Once you have a complete form metadata file for your template and a populated image directory you can attempt to align a scanned form, say `my_scanned_form.pdf` to the template and extract field thumbnails.

You will first need to prepare a config file to specify the `opencv` algorithms to use for the alignment process. An example `config.yaml` would be as follows:

```yaml
detector:
  name: SIFT
matcher:
  id: FLANN
  args:
    - algorithm: 1
      trees: 5
    - check: 50
knn: 2
proportion: 0.7
ocr_options:
  rotation_engine: tesseract
  text_extraction_engine: tesseract
pass_directory: s3://my-bucket/pass_directory
fail_directory: s3://my-bucket/fail_directory
form_metadata_directory: metadata
```

This config specifies that the `SIFT` algorithm should be used for keypoint detection and the `FLANN` algorithm should be used for keypoint matching, with 70% of the best keypoints kept (using KNN to decide on which of these are best).
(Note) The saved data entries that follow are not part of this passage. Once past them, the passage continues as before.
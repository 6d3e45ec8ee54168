package main

import (
	"bufio"
	"context"
	"errors"
	"fmt"
	"io/fs"
	"os"
	"path/filepath"
	"sync"

	"github.com/spf13/cobra"

	"github.com/desmear/desmear/cmd/desmear/internal/flagval"
	"github.com/desmear/desmear/unfold/analysis"
	"github.com/desmear/desmear/unfold/batch"
	"github.com/desmear/desmear/unfold/response"
	"github.com/desmear/desmear/unfold/result"
	"github.com/desmear/desmear/unfold/validate"
)

func newBatchCommand(g *globalOptions) *cobra.Command {
	cmd := &cobra.Command{
		Use:   "batch (plan | run | run-local | status | merge | submit)",
		Short: "Split a toy ensemble, a response build, the systematic variations or the bootstrap replicas into shards, run them here or on a Slurm cluster, merge them exactly",
		Long: `batch splits the toy ensemble of a validation, the building of a
response, or the systematic variations or bootstrap replicas of an analysis
file, into shards that
separate processes or cluster jobs run, and merges their partial results
into the validation folder "desmear validate" writes (or the bundle
"desmear response" writes, or the result folder "desmear unfold" writes),
bit for bit.

  desmear batch plan ANALYSIS.yaml --toys N --shards K --workdir DIR
  desmear batch plan ANALYSIS.yaml --response --shards K --workdir DIR
  desmear batch plan ANALYSIS.yaml --variations --shards K --workdir DIR
  desmear batch plan ANALYSIS.yaml --replicas N --shards K --workdir DIR
  desmear batch run DIR --shard I          (one shard; a finished one is skipped)
  desmear batch run-local DIR --jobs J     (every shard here, J at a time)
  desmear batch status DIR                 (from the shard files)
  desmear batch merge DIR                  (writes the validation folder, bundle or result)
  desmear batch submit DIR --slurm         (a job array and a dependent merge)

See "desmear help cluster".`,
		Args: cobra.NoArgs,
		RunE: func(cmd *cobra.Command, args []string) error {
			return usagef("batch needs a subcommand: plan, run, run-local, status, merge or submit (see \"desmear batch --help\")")
		},
	}
	cmd.AddCommand(newBatchPlanCommand(g), newBatchRunCommand(g), newBatchRunLocalCommand(g),
		newBatchStatusCommand(g), newBatchMergeCommand(g), newBatchSubmitCommand(g))
	for _, c := range cmd.Commands() {
		withUsageHint(c)
	}
	return cmd
}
Also, note that we've put the output metadata in a `metadata` subdirectory in our working directory.

To align the scanned image from the command line you would then run:

```
form-tools process-form my_scanned_form.pdf config.yaml
```

To interact with the API directly in python you would use the `FormOperator` class.

```py
from form_tools.form_operators import FormOperator

form_operator = FormOperator.create_from_config("config.yaml")

_ = form_operator.run_full_pipeline(
    form_path="my_scanned_form.pdf",
    pass_dir="s3://my-bucket/pass_directory",
    fail_dir="s3://my-bucket/fail_directory",
    form_meta_directory="metadata",
)
```

> **Note**: The scanned image could be stored in an AWS S3 bucket. In that case you would pass the S3 path (e.g. `s3://my-bucket/my_scanned_form.pdf`). Only the config and metadata directory need to be located in your local working directory.

## Running documentation locally

`mkdocs` is used to document `form-tools`. To run the documentation locally, run `mkdocs serve` on the command line and follow the link to the local host.